Action item:
An exact copy of every record is the expected answer.

Dataset records:
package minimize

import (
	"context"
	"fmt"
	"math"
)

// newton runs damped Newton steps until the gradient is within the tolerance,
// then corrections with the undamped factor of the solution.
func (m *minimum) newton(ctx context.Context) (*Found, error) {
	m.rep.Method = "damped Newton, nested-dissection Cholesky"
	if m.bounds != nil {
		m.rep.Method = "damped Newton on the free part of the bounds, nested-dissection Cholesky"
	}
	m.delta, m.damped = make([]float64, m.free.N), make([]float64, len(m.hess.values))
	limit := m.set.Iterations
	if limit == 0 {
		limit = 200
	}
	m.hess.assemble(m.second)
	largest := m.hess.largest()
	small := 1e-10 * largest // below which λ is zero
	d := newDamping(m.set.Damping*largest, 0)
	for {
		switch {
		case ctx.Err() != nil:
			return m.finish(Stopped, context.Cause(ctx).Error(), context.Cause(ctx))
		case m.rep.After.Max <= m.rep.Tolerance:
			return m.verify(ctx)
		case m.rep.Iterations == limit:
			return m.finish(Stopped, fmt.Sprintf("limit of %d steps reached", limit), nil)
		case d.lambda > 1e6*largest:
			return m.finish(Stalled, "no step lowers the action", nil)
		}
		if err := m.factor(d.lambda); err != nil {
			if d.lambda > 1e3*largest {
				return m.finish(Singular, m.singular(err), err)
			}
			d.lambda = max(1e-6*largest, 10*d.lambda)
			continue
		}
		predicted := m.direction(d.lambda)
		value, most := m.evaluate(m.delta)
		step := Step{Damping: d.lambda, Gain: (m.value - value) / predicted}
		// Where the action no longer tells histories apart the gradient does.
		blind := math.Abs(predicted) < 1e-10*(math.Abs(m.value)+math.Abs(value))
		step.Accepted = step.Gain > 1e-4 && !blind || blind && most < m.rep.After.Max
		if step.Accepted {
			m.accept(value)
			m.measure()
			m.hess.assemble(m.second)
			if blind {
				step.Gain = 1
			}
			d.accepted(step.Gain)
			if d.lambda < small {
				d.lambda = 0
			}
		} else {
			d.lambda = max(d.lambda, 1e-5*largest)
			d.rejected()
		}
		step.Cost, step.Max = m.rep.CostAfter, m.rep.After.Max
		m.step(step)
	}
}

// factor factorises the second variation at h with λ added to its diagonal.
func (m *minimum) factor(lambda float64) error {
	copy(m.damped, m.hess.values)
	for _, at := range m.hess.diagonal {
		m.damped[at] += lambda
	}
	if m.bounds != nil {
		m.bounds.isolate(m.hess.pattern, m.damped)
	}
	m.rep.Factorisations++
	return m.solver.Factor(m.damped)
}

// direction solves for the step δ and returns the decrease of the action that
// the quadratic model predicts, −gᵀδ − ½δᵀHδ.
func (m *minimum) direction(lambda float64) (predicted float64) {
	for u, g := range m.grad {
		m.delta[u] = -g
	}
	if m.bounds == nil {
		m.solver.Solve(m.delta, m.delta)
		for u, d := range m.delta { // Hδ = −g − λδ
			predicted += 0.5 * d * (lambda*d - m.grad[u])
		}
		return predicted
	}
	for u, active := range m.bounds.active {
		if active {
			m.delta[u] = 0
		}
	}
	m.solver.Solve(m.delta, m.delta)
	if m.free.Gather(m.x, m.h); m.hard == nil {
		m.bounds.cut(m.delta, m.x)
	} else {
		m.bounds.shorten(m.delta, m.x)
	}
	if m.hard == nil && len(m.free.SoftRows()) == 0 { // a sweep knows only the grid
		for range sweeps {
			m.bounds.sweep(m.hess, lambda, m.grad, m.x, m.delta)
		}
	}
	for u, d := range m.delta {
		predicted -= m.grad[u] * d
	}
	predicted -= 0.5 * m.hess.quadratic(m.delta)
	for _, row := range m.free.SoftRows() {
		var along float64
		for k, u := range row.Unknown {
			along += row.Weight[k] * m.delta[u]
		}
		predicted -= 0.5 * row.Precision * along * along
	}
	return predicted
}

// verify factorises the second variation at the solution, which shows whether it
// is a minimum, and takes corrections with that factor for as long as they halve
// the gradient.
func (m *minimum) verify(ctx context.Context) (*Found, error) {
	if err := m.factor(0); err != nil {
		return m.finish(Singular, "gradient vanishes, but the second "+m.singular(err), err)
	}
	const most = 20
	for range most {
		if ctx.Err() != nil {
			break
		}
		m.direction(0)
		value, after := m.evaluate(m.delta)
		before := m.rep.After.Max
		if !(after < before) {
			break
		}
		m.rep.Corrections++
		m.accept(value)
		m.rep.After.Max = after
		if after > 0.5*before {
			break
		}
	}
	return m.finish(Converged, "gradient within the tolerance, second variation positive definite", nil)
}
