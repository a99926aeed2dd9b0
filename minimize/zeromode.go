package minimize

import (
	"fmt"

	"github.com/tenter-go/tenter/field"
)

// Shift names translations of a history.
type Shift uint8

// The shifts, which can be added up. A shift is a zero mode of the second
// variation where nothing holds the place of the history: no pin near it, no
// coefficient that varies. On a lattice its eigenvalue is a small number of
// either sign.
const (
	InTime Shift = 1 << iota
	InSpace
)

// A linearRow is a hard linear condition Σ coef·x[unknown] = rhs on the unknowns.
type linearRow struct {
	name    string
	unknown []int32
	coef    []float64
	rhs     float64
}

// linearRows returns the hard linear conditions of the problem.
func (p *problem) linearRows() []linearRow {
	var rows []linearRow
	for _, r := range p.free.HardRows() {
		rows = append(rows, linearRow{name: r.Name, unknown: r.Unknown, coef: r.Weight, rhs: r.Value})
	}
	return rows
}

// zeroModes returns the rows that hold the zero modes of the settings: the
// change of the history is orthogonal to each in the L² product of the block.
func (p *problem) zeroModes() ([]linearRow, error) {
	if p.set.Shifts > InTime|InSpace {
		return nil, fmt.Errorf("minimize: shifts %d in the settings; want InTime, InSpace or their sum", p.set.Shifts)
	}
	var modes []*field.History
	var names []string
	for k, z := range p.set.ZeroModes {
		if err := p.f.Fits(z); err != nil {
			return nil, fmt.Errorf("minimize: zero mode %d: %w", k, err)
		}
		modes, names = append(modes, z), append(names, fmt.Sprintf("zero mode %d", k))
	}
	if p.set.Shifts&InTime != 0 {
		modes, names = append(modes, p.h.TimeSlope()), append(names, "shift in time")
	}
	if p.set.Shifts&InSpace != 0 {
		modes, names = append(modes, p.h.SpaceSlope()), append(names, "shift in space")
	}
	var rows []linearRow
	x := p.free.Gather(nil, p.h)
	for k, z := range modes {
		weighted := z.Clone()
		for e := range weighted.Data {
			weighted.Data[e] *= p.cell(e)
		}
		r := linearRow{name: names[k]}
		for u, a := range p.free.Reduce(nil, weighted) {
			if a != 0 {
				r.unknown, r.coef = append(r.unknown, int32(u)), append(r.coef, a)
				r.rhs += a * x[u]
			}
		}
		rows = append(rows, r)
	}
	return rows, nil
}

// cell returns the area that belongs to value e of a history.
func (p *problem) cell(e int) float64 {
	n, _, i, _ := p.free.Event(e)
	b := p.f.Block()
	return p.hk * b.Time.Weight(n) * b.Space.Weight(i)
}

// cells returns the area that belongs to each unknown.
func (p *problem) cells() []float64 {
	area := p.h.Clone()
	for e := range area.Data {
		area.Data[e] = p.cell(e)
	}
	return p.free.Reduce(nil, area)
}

Final answer:
package minimize

import (
	"context"
	"fmt"
	"math"
)

// newton runs damped Newton steps until the gradient is within the tolerance,
// then corrections with the undamped factor of the solution.
func (m *minimum) newton(ctx context.Context) (*Found, error) {
	m.rep.Method = "damped Newton, nested-dissection Cholesky"
	if m.bounds != nil {
		m.rep.Method = "damped Newton on the free part of the bounds, nested-dissection Cholesky"
	}
	m.delta, m.damped = make([]float64, m.free.N), make([]float64, len(m.hess.values))
	limit := m.set.Iterations
	if limit == 0 {
		limit = 200
	}
	m.hess.assemble(m.second)
	largest := m.hess.largest()
	small := 1e-10 * largest // below which λ is zero
	d := newDamping(m.set.Damping*largest, 0)
	for {
		switch {
		case ctx.Err() != nil:
			return m.finish(Stopped, context.Cause(ctx).Error(), context.Cause(ctx))
		case m.rep.After.Max <= m.rep.Tolerance:
			return m.verify(ctx)
		case m.rep.Iterations == limit:
			return m.finish(Stopped, fmt.Sprintf("limit of %d steps reached", limit), nil)
		case d.lambda > 1e6*largest:
			return m.finish(Stalled, "no step lowers the action", nil)
		}
		if err := m.factor(d.lambda); err != nil {
			if d.lambda > 1e3*largest {
				return m.finish(Singular, m.singular(err), err)
			}
			d.lambda = max(1e-6*largest, 10*d.lambda)
			continue
		}
		predicted := m.direction(d.lambda)
		value, most := m.evaluate(m.delta)
		step := Step{Damping: d.lambda, Gain: (m.value - value) / predicted}
		// Where the action no longer tells histories apart the gradient does.
		blind := math.Abs(predicted) < 1e-10*(math.Abs(m.value)+math.Abs(value))
		step.Accepted = step.Gain > 1e-4 && !blind || blind && most < m.rep.After.Max
		if step.Accepted {
			m.accept(value)
			m.measure()
			m.hess.assemble(m.second)
			if blind {
				step.Gain = 1
			}
			d.accepted(step.Gain)
			if d.lambda < small {
				d.lambda = 0
			}
		} else {
			d.lambda = max(d.lambda, 1e-5*largest)
			d.rejected()
		}
		step.Cost, step.Max = m.rep.CostAfter, m.rep.After.Max
		m.step(step)
	}
}

// factor factorises the second variation at h with λ added to its diagonal.
func (m *minimum) factor(lambda float64) error {
	copy(m.damped, m.hess.values)
	for _, at := range m.hess.diagonal {
		m.damped[at] += lambda
	}
	if m.bounds != nil {
		m.bounds.isolate(m.hess.pattern, m.damped)
	}
	m.rep.Factorisations++
	return m.solver.Factor(m.damped)
}

// direction solves for the step δ and returns the decrease of the action that
// the quadratic model predicts, −gᵀδ − ½δᵀHδ.
func (m *minimum) direction(lambda float64) (predicted float64) {
	for u, g := range m.grad {
		m.delta[u] = -g
	}
	if m.bounds == nil {
		m.solver.Solve(m.delta, m.delta)
		for u, d := range m.delta { // Hδ = −g − λδ
			predicted += 0.5 * d * (lambda*d - m.grad[u])
		}
		return predicted
	}
	for u, active := range m.bounds.active {
		if active {
			m.delta[u] = 0
		}
	}
	m.solver.Solve(m.delta, m.delta)
	if m.free.Gather(m.x, m.h); m.hard == nil {
		m.bounds.cut(m.delta, m.x)
	} else {
		m.bounds.shorten(m.delta, m.x)
	}
	if m.hard == nil && len(m.free.SoftRows()) == 0 { // a sweep knows only the grid
		for range sweeps {
			m.bounds.sweep(m.hess, lambda, m.grad, m.x, m.delta)
		}
	}
	for u, d := range m.delta {
		predicted -= m.grad[u] * d
	}
	predicted -= 0.5 * m.hess.quadratic(m.delta)
	for _, row := range m.free.SoftRows() {
		var along float64
		for k, u := range row.Unknown {
			along += row.Weight[k] * m.delta[u]
		}
		predicted -= 0.5 * row.Precision * along * along
	}
	return predicted
}

// verify factorises the second variation at the solution, which shows whether it
// is a minimum, and takes corrections with that factor for as long as they halve
// the gradient.
func (m *minimum) verify(ctx context.Context) (*Found, error) {
	if err := m.factor(0); err != nil {
		return m.finish(Singular, "gradient vanishes, but the second "+m.singular(err), err)
	}
	const most = 20
	for range most {
		if ctx.Err() != nil {
			break
		}
		m.direction(0)
		value, after := m.evaluate(m.delta)
		before := m.rep.After.Max
		if !(after < before) {
			break
		}
		m.rep.Corrections++
		m.accept(value)
		m.rep.After.Max = after
		if after > 0.5*before {
			break
		}
	}
	return m.finish(Converged, "gradient within the tolerance, second variation positive definite", nil)
}
repository a99926aeed2dd9b0
filename minimize/zeromode.go
package minimize

import (
	"fmt"

	"github.com/tenter-go/tenter/field"
)

// Shift names translations of a history.
type Shift uint8

// The shifts, which can be added up. A shift is a zero mode of the second
// variation where nothing holds the place of the history: no pin near it, no
// coefficient that varies. On a lattice its eigenvalue is a small number of
// either sign.
const (
	InTime Shift = 1 << iota
	InSpace
)

// A linearRow is a hard linear condition Σ coef·x[unknown] = rhs on the unknowns.
type linearRow struct {
	name    string
	unknown []int32
	coef    []float64
	rhs     float64
}

// linearRows returns the hard linear conditions of the problem.
func (p *problem) linearRows() []linearRow {
	var rows []linearRow
	for _, r := range p.free.HardRows() {
		rows = append(rows, linearRow{name: r.Name, unknown: r.Unknown, coef: r.Weight, rhs: r.Value})
	}
	return rows
}

// zeroModes returns the rows that hold the zero modes of the settings: the
// change of the history is orthogonal to each in the L² product of the block.
func (p *problem) zeroModes() ([]linearRow, error) {
	if p.set.Shifts > InTime|InSpace {
		return nil, fmt.Errorf("minimize: shifts %d in the settings; want InTime, InSpace or their sum", p.set.Shifts)
	}
	var modes []*field.History
	var names []string
	for k, z := range p.set.ZeroModes {
		if err := p.f.Fits(z); err != nil {
			return nil, fmt.Errorf("minimize: zero mode %d: %w", k, err)
		}
		modes, names = append(modes, z), append(names, fmt.Sprintf("zero mode %d", k))
	}
	if p.set.Shifts&InTime != 0 {
		modes, names = append(modes, p.h.TimeSlope()), append(names, "shift in time")
	}
	if p.set.Shifts&InSpace != 0 {
		modes, names = append(modes, p.h.SpaceSlope()), append(names, "shift in space")
	}
	var rows []linearRow
	x := p.free.Gather(nil, p.h)
	for k, z := range modes {
		weighted := z.Clone()
		for e := range weighted.Data {
			weighted.Data[e] *= p.cell(e)
		}
		r := linearRow{name: names[k]}
		for u, a := range p.free.Reduce(nil, weighted) {
			if a != 0 {
				r.unknown, r.coef = append(r.unknown, int32(u)), append(r.coef, a)
				r.rhs += a * x[u]
			}
		}
		rows = append(rows, r)
	}
	return rows, nil
}

// cell returns the area that belongs to value e of a history.
func (p *problem) cell(e int) float64 {
	n, _, i, _ := p.free.Event(e)
	b := p.f.Block()
	return p.hk * b.Time.Weight(n) * b.Space.Weight(i)
}

// cells returns the area that belongs to each unknown.
func (p *problem) cells() []float64 {
	area := p.h.Clone()
	for e := range area.Data {
		area.Data[e] = p.cell(e)
	}
	return p.free.Reduce(nil, area)
}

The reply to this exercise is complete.